General Sheridan was an aggressive fighting man who was that rarest of birds in his day, an infantryman who commanded cavalry. He did rather well at it and a fair number of Confederates probably regretted the day he crossed their path.
What's this have to do with anything, you ask? How could it be cutting edge information?
Well, read on. It's from his memoirs.
Sheridan served under General Meade in the Army of the Potomac, and Meade insisted on issuing orders and movements to Sheridan's cavalry divisions, which brought matters to a showdown in which Sheridan opined that he could whip General J.E.B. Stuart's famed Confederate cavalry if Meade would let him, but since Meade wouldn't, Sheridan was going to issue no more orders to his troops. Meade went to his commander, Ulysses "Sam" Grant and complained about Sheridan's impertinence and mentioned that Sheridan had said he could whip Stuart. Grant said "Did he say so? Then let him go out and do it."
Meade did a complete about face, cut Sheridan's orders, and that is exactly what happened in the battles around Yellow Tavern, Virginia, where Stuart met his maker on the field.
Sheridan's troops were moving down the Mechanicsburg road on the south side of the Chickahominy River at around 11:00 at night on 11 May, 1864, and the Confederates had mined the road with IEDs-improvised explosive devices in the form of cannon shells connected by trip wires across the road.
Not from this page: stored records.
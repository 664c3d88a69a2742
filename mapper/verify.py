"""Proof that two netlists do the same logic, or an input that tells them apart.

How :func:`check_equivalence` decides
-------------------------------------
1. **Ports.**  Inputs, outputs and storage elements are matched by name.  A
   port or storage element present in only one design, or matched storage
   elements of different kinds, make the answer "not equivalent" (method
   ``"ports"`` or ``"storage"``) with a note naming them; no proof is tried
   for such a pair, and there is no counterexample.
2. **A shared-input miter.**  Both designs go into one AIG
   (:mod:`mapper.logic.aig`) whose inputs are the shared primary inputs and
   the shared storage outputs (free variables).  Compared pairs: every
   primary output, and for every storage element its next-state (data)
   function and its control (clock/enable) function.  Where ``a.exdc`` (the
   external don't cares of BLIF ``.exdc``: a netlist whose outputs are named
   like the design's outputs) is 1, an output difference does not count.
3. **Random simulation** of the miter with thousands of patterns at once;
   a difference found here is returned at once (method ``"simulation"``).
4. **SAT sweeping** (Kuehlmann, Paruthi, Krohm and Ganai, "Robust Boolean
   reasoning for equivalence checking and functional property verification",
   IEEE TCAD 21(12), 2002; Mishchenko, Chatterjee, Jiang and Brayton,
   "FRAIGs: a unifying representation for logic synthesis and verification",
   ICCAD 2006 / ERL technical report 2005): nodes whose simulation
   signatures agree, possibly up to complement, are candidate equivalences.
   The miter is rebuilt node by node in topological order; each node with a
   candidate is proved equal to it and, when proved, merged into it, so
   later proofs only see the logic between merged points.  A proof is first
   tried over a small cut shared by both nodes (exhaustive simulation of the
   cut; equivalence over cuts as in Kuehlmann and Krohm, DAC 1997), then by
   a SAT call with a conflict budget.  A disproof yields a pattern that is
   simulated (with its distance-1 neighbours, in batches) to split the
   candidate classes.  Caller's ``hints`` (net of A -> net of B believed
   equal) are tried first.
5. **Output proofs** on the swept graph: each compared pair is proved equal
   or a counterexample is read off the SAT model (method ``"sat-sweeping"``;
   ``"sat"`` when sweeping is switched off).  The CNF is our own
   Tseitin encoding over the AIG (:mod:`mapper.logic.cnf`).

Every counterexample is replayed on both netlists with
:func:`mapper.simulate.simulate`; one that does not reproduce is our bug and
raises :class:`~mapper.errors.InternalError`.

Storage elements
----------------
Storage outputs are free variables, so "equivalent" here means the next-state
and control functions agree in *every* state, which implies the designs
behave alike cycle by cycle from any common starting state.  A difference may
lie in a state the designs never reach (a note says so).  Initial values:
don't care (2) and unknown (3) match anything; different known values
(0 against 1) make the answer "not equivalent" with a note (method
``"initial-values"`` when the logic is otherwise equal).

Feedback loops
--------------
A design's loops of logic are read as storage of kind ``as`` at their cut
nets (:mod:`mapper.logic.feedback`): the cut net is a state variable and the
logic driving it its excitation, compared like any next-state function.
When the two designs cut their loops at different nets, one is cut again
at the other's nets where those break all its loops
(:func:`mapper.logic.feedback.align_cuts`; a note says which).  A feedback
loop in one design may be a latch in the other (``ah``/``al``): the latch's
next state (its data while open, its own value while closed) is compared
with the loop's excitation.  When both designs have loops and are found
equal, the flow tables of their loops are compared as well: the same stable
states, and the same state after each single input change
(:func:`mapper.logic.flowtable.compare_flow`; method ``"flow-table"`` if
not).  A note states the assumption all this rests on: Huffman's
fundamental mode -- inputs change one at a time, once every loop has
settled.

Storage built of gates or relays
--------------------------------
A build on a target without storage parts, exported and read back, holds
its bits in feedback loops, cut where the reader cut them (several latches
and the logic between them in one region).  When the other design declares
storage of other names, the loops are read again
(:func:`mapper.logic.gateflops.edge_form`): cut one per latch, each latch
by its flow table, a relay build's clock sequencer in its settled states,
and two latches on opposite levels of one clock, the second fed from the
first, as one edge-triggered flip-flop (master and slave).  The elements
are then paired with the other design's: by name; through a net that reads
one (a bit held as its complement); else by trying one-to-one pairings, up
to complement, each proved by the miter itself -- if paired elements that
agree give agreeing next states and outputs, they agree ever after
(register correspondence by induction, van Eijk, IEEE TCAD 19(7), 2000).
Notes say how the pairing was found.  Loops that cannot be read so, or
storage that cannot be paired, give "not proved" (``decided`` False), never
"equal" and never "different".
"""
from __future__ import annotations

import heapq
import itertools
import logging
import random
import re
import time
from dataclasses import dataclass, field

from pysat.solvers import Solver

from .errors import InternalError, NetfitError
from .logic.aig import AIG, from_netlist
from .logic.cnf import AigCnf
from .logic.feedback import align_cuts, has_feedback
from .logic.flowtable import compare_flow
from .logic.function import var_mask
from .logic.gateflops import edge_form, encode, pair_through_nets
from .netlist import Netlist
from .simulate import simulate

__all__ = [
    "EquivalenceResult",
    "ProofLimitError",
    "check_equivalence",
    "DEFAULT_SOLVER",
    "DEFAULT_CONFLICT_BUDGET",
]

log = logging.getLogger(__name__)

#: the pysat back end; chosen by measurement (bench/bench_verify.py --solvers)
DEFAULT_SOLVER = "cadical195"
#: conflicts allowed for each candidate proof while sweeping
DEFAULT_CONFLICT_BUDGET = 1000
#: random patterns simulated before any SAT call
DEFAULT_PATTERNS = 2048
#: at most this many tries to merge one node (each failed try refines the classes)
_MAX_TRIES = 4
#: leaves and inner nodes of the cut tried before a SAT call (see _Prover.cut_equal)
_CUT_LEAVES = 8
_CUT_NODES = 100
_CONE_TOP = 40
#: refuted candidates collected before their patterns are simulated
_REFINE_BATCH = 16

_LOOP_ASSUMPTION = (
    "feedback loops are compared in Huffman's model (J. Franklin Inst. 257, 1954): each loop cut at the "
    "same nets, a cut net a state variable and the logic driving it its excitation, compared in every state. "
    "Equal excitations give equal flow tables, so the designs behave alike when inputs change one at a time "
    "and only once every loop has settled (fundamental mode); how gates inside a loop race when inputs change "
    "together depends on their delays and is not part of the proof")

class ProofLimitError(NetfitError):
    """The SAT solver ran out of its budget before deciding an output."""

    exit_code = 1


@dataclass
class EquivalenceResult:
    """The answer of :func:`check_equivalence`.

    Attributes
    ----------
    equivalent : bool
    method : str
        What decided it: ``"structural"``, ``"simulation"``, ``"sat"``,
        ``"sat-sweeping"``, ``"ports"``, ``"storage"``, ``"initial-values"`` or
        ``"flow-table"``.
    counterexample : dict or None
        ``{"inputs": {name: 0/1}, "state": {storage: 0/1}, "differs":
        [{"output": name, "kind": "output" | "next-state" | "control",
        "a": 0/1, "b": 0/1}]}``; ``None`` when equivalent or when the
        difference is in the ports or initial values.
    notes : list of str
    stats : dict
        Sizes, SAT calls, merges and seconds (for reports and benchmarks).
    decided : bool
        False when not equivalent means "not proved": storage of gates or
        relays that could not be read or paired (the notes say why).
    """

    equivalent: bool
    method: str
    counterexample: dict | None = None
    notes: list = field(default_factory=list)
    stats: dict = field(default_factory=dict)
    #: False when the answer is "not proved" rather than "different" (the proof could not be set up)
    decided: bool = True

    def to_dict(self) -> dict:
        """Plain data with the stable keys ``equivalent``, ``method``,
        ``counterexample``, ``notes``, ``stats`` and ``decided``."""
        return {
            "equivalent": self.equivalent,
            "method": self.method,
            "counterexample": self.counterexample,
            "notes": list(self.notes),
            "stats": dict(self.stats),
            "decided": self.decided,
        }


@dataclass
class _Pair:
    kind: str  # "output", "next-state", "control"
    name: str  # output or storage name
    a_net: str
    b_net: str
    la: int
    lb: int
    dc: int = 0  # literal where the difference does not count (0: nowhere)
    flip: int = 0  # 1: B's net is compared inverted (a storage kind mirrored on the inverse control)
    #: a latch compared with a feedback loop: ``(data net, enable net, open level)`` of A's or B's latch,
    #: whose next state is its data while open and itself while closed (``None``: the net's own value)
    a_latch: tuple | None = None
    b_latch: tuple | None = None


# -- port matching ---------------------------------------------------------
def _only(xs, ys) -> list:
    ys = set(ys)
    return [x for x in xs if x not in ys]


def _show(names, limit=8) -> str:
    s = ", ".join(f"'{n}'" for n in names[:limit])
    return s + (f" … ({len(names)} in all)" if len(names) > limit else "")


_BUS_BIT = re.compile(r"^(.*?)[\[<](\d+)[\]>]$|^(.*?)_?(\d+)$")


def _bit_key(name: str):
    """``(base, index)`` of a bus bit written ``t[3]``, ``t<3>``, ``t3`` or ``t_3``; None otherwise."""
    m = _BUS_BIT.match(name)
    if m is None:
        return None
    base, idx = (m.group(1), m.group(2)) if m.group(2) is not None else (m.group(3), m.group(4))
    return (base, int(idx)) if base else None


def match_bus_bits(a: Netlist, b: Netlist, notes: list) -> Netlist:
    """``b`` with its ports renamed to ``a``'s where the two differ only in how bus bits are written
    (``t[3]`` in one, ``t3`` or ``t_3`` in the other) and the pairing is one to one, else ``b`` as it is.
    A note says which names were paired."""
    pairs: dict = {}
    for xa, xb in ((a.inputs, b.inputs), (a.outputs, b.outputs)):
        ma, mb = _only(xa, xb), _only(xb, xa)
        if not ma or len(ma) != len(mb):
            continue
        ka: dict = {}
        kb: dict = {}
        for names, keyed in ((ma, ka), (mb, kb)):
            for n in names:
                keyed.setdefault(_bit_key(n), []).append(n)
        if None in ka or None in kb or set(ka) != set(kb) or any(len(v) > 1 for v in (*ka.values(), *kb.values())):
            continue
        for k, (na,) in ka.items():
            pairs[kb[k][0]] = na
    taken = set(b.nodes) - set(pairs)
    if not pairs or any(n in taken for n in pairs.values()):
        return b
    shown = ", ".join(f"{y} = {x}" for x, y in list(pairs.items())[:6]) + (" …" if len(pairs) > 6 else "")
    notes.append(f"{len(pairs)} port(s) differ only in how bus bits are written; paired by name and bit "
                 f"number ({shown})")
    return b.renamed(pairs)


def _match_ports(a: Netlist, b: Netlist, notes: list) -> bool:
    ok = True
    for what, xa, xb in (("input", a.inputs, b.inputs), ("output", a.outputs, b.outputs),
                         ("storage element", list(a.storage()), list(b.storage()))):
        ma, mb = _only(xa, xb), _only(xb, xa)
        if ma:
            notes.append(f"{what}s only in A: {_show(ma)}" if len(ma) > 1 else f"{what} only in A: {_show(ma)}")
            ok = False
        if mb:
            notes.append(f"{what}s only in B: {_show(mb)}" if len(mb) > 1 else f"{what} only in B: {_show(mb)}")
            ok = False
    return ok


#: storage kinds that are one another on the inverted control (a latch open while its enable is low is
#: a latch open while the inverse is high; a falling-edge flip-flop a rising-edge one on the inverse)
_MIRROR = {"ah": "al", "al": "ah", "re": "fe", "fe": "re"}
Sheridan directed that the IEDs be removed and brought up Confederate prisoners to crawl forward on their hands and knees, feel for the trip wires, follow them up and defuse the IEDs. When the prisoners disclosed that a local Confederate sympathizer was the author of the devices, Sheridan ordered that some of the IEDs be placed in the sympathizer's basement under his house set to explode if the enemy came that way, while the sympathizer and his family were held as prisoners overnight, presumably so that they would be unaware of the little surprise that had been set for them.